With the Gaza war having reached its three-month mark, it has spread dangerously to Lebanon, Iraq, Yemen and even Iran. On January 2, an Israeli drone strike on a Hamas office in Beirut, killed Saleh al-Arouri, the deputy head of the Hamas leadership located abroad. The next day, two explosions in Kerman, at the mausoleum of General Qassem Soleimani, former head of the Al Quds Force, killed 95 people who had gathered at the shrine to mourn on the fourth anniversary of his assassination. Though the Islamic State has claimed responsibility, many Iranians suspect it to be Israeli’s hand.

And, on January 4, the United States announced the targeted killing of the head of an Iran-affiliated militia in Baghdad that has been attacking American targets since the beginning of the Gaza war. These attacks have occurred amidst the ongoing skirmishes in the Red Sea’s waters over the last several weeks, with the Houthis targeting commercial shipping with drones and missiles and inviting strong U.S. retaliation. The Houthis have demanded that humanitarian assistance be provided urgently to the beleaguered Palestinians in Gaza.

These attacks have escalated tensions in the already volatile region that is reeling from the death and destruction wreaked by Israel in Gaza since early October. Over the last three months, over 22,000 Palestinians have been killed, most of them women and children, while nearly two million have been displaced, the largest displacement of Palestinians in history. An extraordinary humanitarian catastrophe faces the two-million strong Palestinian community in Gaza.

Netanyahu could pursue escalation

Israeli troops have also expanded their military operations to the West Bank: nearly 300 Palestinians have been killed, several thousand taken into detention, and numerous homes destroyed. Israeli cabinet Ministers have complemented the violence of their soldiers by calling for the cleansing of Gaza of Palestinians and the resettlement of the enclave with Jewish settlers.

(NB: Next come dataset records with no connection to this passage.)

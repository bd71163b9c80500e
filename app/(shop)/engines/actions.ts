'use server'

import { revalidatePath } from 'next/cache'
import { redirect } from 'next/navigation'
import type { Actor } from '@/lib/auth/actor'
import { touchActor } from '@/lib/auth/session'
import { archiveEngine as archive, restoreEngine as restore } from '@/lib/data/engines/archive-engine'
import { createEngine as create } from '@/lib/data/engines/create-engine'
import { duplicateEngine as duplicate } from '@/lib/data/engines/duplicate-engine'
import { getEngine } from '@/lib/data/engines/get-engine'
import { removeEngine as remove } from '@/lib/data/engines/remove-engine'
import { updateEngine as update } from '@/lib/data/engines/update-engine'
import { AppError, type ActionState } from '@/lib/errors'
import { formValues, runAction } from '@/lib/run-action'
import { runFormAction } from '@/lib/run-form-action'
import type { EngineInput } from '@/lib/schemas/engine'
import type { EngineDto } from '@/lib/schemas/engine-dto'
import { formToEngine } from '@/lib/schemas/engine-form'
import { unitSystem } from '@/lib/schemas/people'

const listPath = '/engines'
const pageOf = (id: string) => `${listPath}/${encodeURIComponent(id)}`

/** The typed texts in the units the form was drawn in, which its field `unitSystem` names: the person may have changed them since. */
function readForm(values: Record<string, string>, actor: Actor, base?: EngineDto): EngineInput {
  const read = formToEngine(values, unitSystem.catch(actor.unitSystem).parse(values.unitSystem), base?.spec)
  if (read.ok) return read.input
  throw new AppError('invalid', { fieldErrors: read.errors })
}

/** Scenarios say that their engine has changed, so their pages are old too. */
function refresh() {
  revalidatePath(listPath, 'layout')
  revalidatePath('/scenarios', 'layout')
}

/** The engine form, empty at first. Opens the new engine. */
export async function createEngine(_before: ActionState<EngineDto>, form: FormData): Promise<ActionState<EngineDto>> {
  return runAction(async () => {
    const actor = await touchActor()
    const made = await create(actor, readForm(formValues(form), actor))
    refresh()
    redirect(pageOf(made.id))
  }, form)
}

/** The engine form; `version` is the one it was filled from. A newer one comes back as the conflict, and `over` names the one to save over. */
export async function updateEngine(id: string, _before: ActionState<EngineDto>, form: FormData): Promise<ActionState<EngineDto>> {
  return runAction(async () => {
    const actor = await touchActor()
    const values = formValues(form)
    const base = await getEngine(actor, id)
    const saved = await update(actor, id, { version: Number(values.over ?? values.version) || 1, ...readForm(values, actor, base) })
    refresh()
    return saved
  }, form)
}

/** Field `id`. */
export async function archiveEngine(form: FormData): Promise<void> {
  const { id = '' } = formValues(form)
  await runFormAction(async () => {
    await archive(await touchActor(), id)
    refresh()
  }, form, pageOf(id))
}

/** Field `id`. */
export async function restoreEngine(form: FormData): Promise<void> {
  const { id = '' } = formValues(form)
  await runFormAction(async () => {
    await restore(await touchActor(), id)
    refresh()
  }, form, pageOf(id))
}

/** Field `id`. Opens the copy. */
export async function duplicateEngine(form: FormData): Promise<void> {
  const { id = '' } = formValues(form)
  await runFormAction(async () => {
    const copy = await duplicate(await touchActor(), id)
    refresh()
    redirect(pageOf(copy.id))
  }, form, pageOf(id))
}

/** Field `id`. Ends on the list. */
export async function removeEngine(form: FormData): Promise<void> {
  const { id = '' } = formValues(form)
  await runFormAction(async () => {
    await remove(await touchActor(), id)
    refresh()
    redirect(listPath)
  }, form, pageOf(id))
}
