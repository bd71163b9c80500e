import { render, screen } from '@testing-library/react'
import { expect, test } from 'vitest'
import { LimitsTable } from '@/components/plan/limits-table'
import { defaultLimits } from '@/lib/calc/limits'

test('each limit stands with its figure and whose it is', () => {
  render(<LimitsTable limits={defaultLimits} system="metric" />)
  expect(screen.getAllByRole('row')).toHaveLength(Object.keys(defaultLimits).length + 1)
  expect(screen.getByRole('row', { name: /Cranking advance/ })).toHaveTextContent('Cranking advanceat most 20.0°shop’s choice')
  expect(screen.getByRole('row', { name: /Full timing shows at idle/ })).toHaveTextContent('at most 100 rpm above idle')
})
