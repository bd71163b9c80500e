import type { NumberRule } from '../validate/number'

export const probabilityRule: NumberRule = { name: 'The probability', unit: '', above: 0, below: 1 }
export const coverageRule: NumberRule = { name: 'The coverage', unit: '', above: 0, below: 1 }
/** Below a thousandth of a degree of freedom no quantile in use is a finite number. */
export const degreesOfFreedom = { unit: '', min: 0.001 } as const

Editorial | Widening war: On the Gaza war going beyond Israel-Palestine 

The major concern at present is that a desperate Israeli Prime Minister Benjamin Netanyahu might pursue the escalation trajectory as, despite the mass killings in Gaza, Israel has very little to show for its efforts: though committed to the destruction of the Hamas war machine and of the movement itself, no prominent Hamas leader has been apprehended in Gaza, while Hamas continues to inflict damage on Israeli soldiers in the ground fighting. A few thousand women and children have been detained by Israeli security to reveal the location of Hamas leaders, with no apparent success so far.

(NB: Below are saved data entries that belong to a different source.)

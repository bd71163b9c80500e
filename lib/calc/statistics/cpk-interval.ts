import { takeOptionalNumber } from '../validate/number'
import { finiteResult } from '../validate/result'
import { membersOf } from '../validate/shape'
import { normalUpperQuantile } from './normal-quantile'
import { cpkOf, takeCapability } from './process-capability'
import { coverageRule } from './rules'

export interface CpkIntervalInput {
  readonly lower: number
  readonly upper: number
  readonly coverage?: number
}

export interface CpkInterval { readonly cpk: number, readonly lower: number, readonly upper: number }

/**
 * Capability index with the interval that its number of values leaves it: `{ cpk, lower, upper }`, without unit.
 *
 * cpk as `processCapability`; bounds cpk ∓ z·√(1/(9n) + cpk²/(2(n − 1))), z the normal value at (1 + coverage)/2
 *
 * Validity: an approximation for normally spread values, good from about 25 of them; rough below.
 * Source: bissell-1990, normal approximation of the interval (memory)
 *
 * @param values two at least that differ, in any one unit, any finite numbers
 * @param limits.lower lower limit, in the unit of the values, any finite number
 * @param limits.upper upper limit, in the unit of the values, > lower
 * @param limits.coverage share of cases the interval shall cover, without unit, > 0 and < 1, 0.95 when left out
 * @throws CalcError on `values` (fewer than two, or all equal), `values.i`, `lower`, `upper` or `coverage`
 * @example
 * cpkInterval([14, 16, 18, 15, 17], { lower: 8, upper: 20, coverage: 0.9 }) // → { cpk: 0.843274, lower: 0.294990, upper: 1.391559 }
 */
export const cpkInterval = (values: readonly number[], limits: CpkIntervalInput): CpkInterval => {
  const taken = takeCapability(values, limits)
  const coverage = takeOptionalNumber(membersOf(limits).coverage, 'coverage', coverageRule, 0.95)
  const count = taken.values.length
  const cpk = finiteResult(cpkOf(taken), 'values', values)
  const reach = normalUpperQuantile((1 - coverage) / 2) * Math.hypot(1 / (3 * Math.sqrt(count)), cpk / Math.sqrt(2 * (count - 1)))
  return { cpk, lower: finiteResult(cpk - reach, 'values', values), upper: finiteResult(cpk + reach, 'values', values) }
}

There are concerns that al-Arouri’s killing was carried out to proclaim some success in the war on Hamas. Saleh al-Arouri, by all accounts, was a soft target. Though he has been a prominent presence in the Hamas leadership, in recent years he had been located in Beirut and was principally liaising with Hezbollah and Iran. Most reports suggest that he had no involvement with the planning or execution of the October 7, 2023 attacks.

Peace is distant

Targeted killings serve no useful purpose: while the deceased leaders are quickly replaced, the assassinations increase mutual hostility and escalate tensions. The worrying possibility is that Mr. Netanyahu might not be averse to a regional conflagration: following the political and military failures that facilitated Hamas’s October 7 attacks and with no military success to speak of so far, now, with the Supreme Court rejecting his judicial reforms proposals, the Prime Minister faces the imminent prospect of resignation, arrest and imprisonment. Could a desperate Netanyahu not wish to seize this opportunity to obliterate all Palestinian resistance, eliminate Hezbollah as a fighting force, and debilitate Iran as a threat?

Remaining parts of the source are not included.